[Stored records]
___
package job

import (
	"context"
	"os"
	"runtime/debug"

	"github.com/apache/arrow-go/v18/arrow"

	"github.com/heft-project/heft/aggregate"
	"github.com/heft-project/heft/pipeline"
	"github.com/heft-project/heft/score"
)

// Stdout is the target that writes an Arrow IPC stream to Options.Stdout.
const Stdout = "-"

// Score streams the part p of in through the model into target ("" = no
// table, Stdout = an Arrow stream), folding each batch's partial state into
// state (nil = no accumulators) in input order. The target appears only if
// everything succeeded: its sink commits atomically. It returns the number
// of rows scored.
func (r *Runner) Score(ctx context.Context, p Part, in pipeline.Input, target string, state *aggregate.State) (int64, error) {
	o := &r.opt
	src := p.Src
	schema := src.Schema()
	if o.RaiseMemoryLimit && os.Getenv("GOMEMLIMIT") == "" {
		// Batches hold the columns read, known here for every kind of
		// input, streams included: raise the limit to suit them, never
		// lower it.
		if lim := MemoryLimitFor(schema.NumFields()); lim > debug.SetMemoryLimit(-1) {
			debug.SetMemoryLimit(lim)
		}
	}
	withOutcome := r.withOutcome(schema)
	if oc := r.m.Encoding.Outcome; oc != nil && o.NeedOutcome && !withOutcome {
		r.logf("heft score: %s has no outcome column %q: weights and diagnostics only, no effect estimates", in.Path, oc.Column)
	}
	enc, err := r.m.Encoding.Bind(schema, in.Path, withOutcome, o.Unseen)
	if err != nil {
		return 0, err
	}
	sink, outSchema, err := r.sink(p, target)
	if err != nil {
		return 0, err
	}
	var newAcc func() score.Accumulator
	fold := func(any) error { return nil }
	if state != nil {
		newAcc = func() score.Accumulator { return state.Empty() }
		// Merging each batch's state in input order keeps the report
		// independent of the number of workers.
		fold = func(part any) error {
			if part == nil {
				return nil
			}
			return state.Merge(part.(*aggregate.State))
		}
	}
	keep := p.File.NumFields() // partition columns exist only in folder names
	newT := func() (pipeline.Transform, error) {
		return score.NewStage(enc, r.scorer, score.StageOptions{
			Alloc: o.Alloc, Columns: o.Columns, OutputSchema: outSchema, Keep: keep, WriteTable: target != "",
			AppendedOnly:   p.Plan != nil,
			NewAccumulator: newAcc,
		}), nil
	}
	var progress func(int64)
	if o.Progress != nil {
		progress = o.Progress()
	}
	rows, err := pipeline.Run(ctx, src, outputSink{sink}, newT, fold, pipeline.EngineOptions{Workers: o.Workers, Progress: progress})
	if err != nil {
		sink.Abort()
		return 0, err
	}
	if err := sink.Close(); err != nil {
		sink.Abort()
		return 0, output(err)
	}
	if target != "" && target != Stdout {
		r.logf("heft score: wrote %s", target)
	}
	return rows, nil
}

// sink opens the sink of p's output at target and returns it with the
// schema of the batches it takes: the file's columns and the appended ones,
// or the appended ones alone when p is spliced.
func (r *Runner) sink(p Part, target string) (pipeline.Committer, *arrow.Schema, error) {
	o := &r.opt
	var inMeta arrow.Metadata
	if ms, ok := p.Src.(pipeline.MetadataSource); ok {
		inMeta = ms.Metadata()
	}
	meta := score.MergeMetadata(inMeta, score.Metadata(r.m, r.scorer.Policy(), o.Columns, o.Version))
	file := p.File
	if p.Plan != nil && target != "" {
		file = arrow.NewSchema(nil, nil) // the sink takes the appended columns alone
	}
	outSchema, err := score.OutputSchema(file, o.Columns, meta)
	if err != nil {
		return nil, nil, usage(err)
	}
	var sink pipeline.Committer
	createdBy := "heft " + o.Version
	switch {
	case target == "":
		sink = discard{}
	case target == Stdout:
		sink, err = pipeline.NewArrowStreamSink(o.stdout(), outSchema, pipeline.ArrowSinkOptions{Alloc: o.Alloc, Metadata: meta})
	case o.Format == Arrow:
		sink, err = pipeline.NewArrowFileSink(target, outSchema, pipeline.ArrowSinkOptions{Alloc: o.Alloc, Metadata: meta})
	case p.Plan != nil:
		sink, err = pipeline.NewSpliceSink(target, p.Plan, outSchema, pipeline.SpliceOptions{
			Compression: r.spliceCodec(p.Plan), Metadata: meta, CreatedBy: createdBy, Alloc: o.Alloc,
		})
	default:
		sink, err = pipeline.NewParquetSink(target, outSchema, pipeline.ParquetSinkOptions{
			Compression: o.Compression, RowGroupRows: o.RowGroupRows, Metadata: meta,
			CreatedBy: createdBy, Alloc: o.Alloc,
		})
	}
	if err != nil {
		return nil, nil, output(err)
	}
	return sink, outSchema, nil
}

// discard is the sink of a report-only run.
type discard struct{}

func (discard) Write(context.Context, arrow.RecordBatch) error { return nil }
func (discard) Close() error                                   { return nil }
func (discard) Abort() error                                   { return nil }

// outputSink marks the sink's write errors (a full disk) as output errors,
// so they get their exit code rather than the input's.
type outputSink struct{ pipeline.Committer }

func (s outputSink) Write(ctx context.Context, rec arrow.RecordBatch) error {
	if err := s.Committer.Write(ctx, rec); err != nil {
		if ctx.Err() != nil {
			return err
		}
		return output(err)
	}
	return nil
}
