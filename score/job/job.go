package job

import (
	"io"
	"os"

	"github.com/apache/arrow-go/v18/arrow/memory"

	"github.com/heft-project/heft/fit"
	"github.com/heft-project/heft/score"
)

// Version is heft's release version, written into model files, output
// metadata and reports. heft and heft-beam share it, so a table scored by
// either carries the same metadata.
const Version = "0.1.0"

// Format is the output table's format.
type Format int

const (
	Parquet Format = iota
	Arrow
)

// Ext is the format's file extension.
func (f Format) Ext() string {
	if f == Arrow {
		return ".arrow"
	}
	return ".parquet"
}

// Options are a scoring run's settings, the heft score flags that every
// part shares.
type Options struct {
	Columns score.Columns // names of the appended columns, and whether mu0/mu1 are
	Unseen  string        // fit.UnseenError or fit.UnseenReference
	By      []string      // segment columns (read along with the model's)
	Format  Format

	// Splice lets Parquet outputs copy the input's column chunks as bytes
	// (see Runner.Plan); false re-encodes every column.
	Splice bool
	// Compression is the Parquet codec; CompressionSet says it was asked
	// for (else spliced outputs take the input's codec).
	Compression    string
	CompressionSet bool
	// RowGroupRows is the re-encoded output's row-group size; RowGroupSet
	// says it was asked for, which rules out splicing.
	RowGroupRows int64
	RowGroupSet  bool
	// BatchRows is the rows per batch; unless BatchSet, wide reads get
	// fewer (BatchRowsFor).
	BatchRows int
	BatchSet  bool
	Workers   int

	// NeedOutcome: the accumulators or the predictions use the outcome, so
	// it is read when the table has it, and the outcome models are kept.
	NeedOutcome bool
	// RaiseMemoryLimit raises the process's soft memory limit to suit the
	// columns read (MemoryLimitFor), never lowering it.
	RaiseMemoryLimit bool

	Version string           // heft's version, for the output's metadata
	Alloc   memory.Allocator // nil = memory.DefaultAllocator
	Stdout  io.Writer        // where target Stdout writes; nil = os.Stdout
	// Logf reports what a run decided (why it re-encodes, what it wrote);
	// nil = silent.
	Logf func(format string, args ...any)
	// Progress returns the callback of one part's rows scored so far; nil =
	// none.
	Progress func() func(rows int64)
}

// Runner scores the parts of one run.
type Runner struct {
	m      *fit.Model
	scorer *score.Scorer
	opt    Options
	// toldWhy: a reason not to splice that holds for every input was logged.
	toldWhy bool
}

// New returns a Runner scoring with m through scorer (whose policy is
// resolved against m). Without NeedOutcome the scorer's outcome models are
// dropped: nothing would use their predictions.
func New(m *fit.Model, scorer *score.Scorer, opt Options) *Runner {
	if !opt.NeedOutcome {
		scorer = scorer.WithoutOutcome()
	}
	if opt.Alloc == nil {
		opt.Alloc = memory.DefaultAllocator
	}
	if opt.BatchRows <= 0 {
		opt.BatchRows = 65536
	}
	return &Runner{m: m, scorer: scorer, opt: opt}
}

func (r *Runner) logf(format string, args ...any) {
	if r.opt.Logf != nil {
		r.opt.Logf(format, args...)
	}
}

func (o *Options) stdout() io.Writer {
	if o.Stdout == nil {
		return os.Stdout
	}
	return o.Stdout
}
___
Which lines in the records above include the word "reports"? Copy them out.

* RESPONSE BOX
// metadata and reports. heft and heft-beam share it, so a table scored by
	// Logf reports what a run decided (why it re-encodes, what it wrote);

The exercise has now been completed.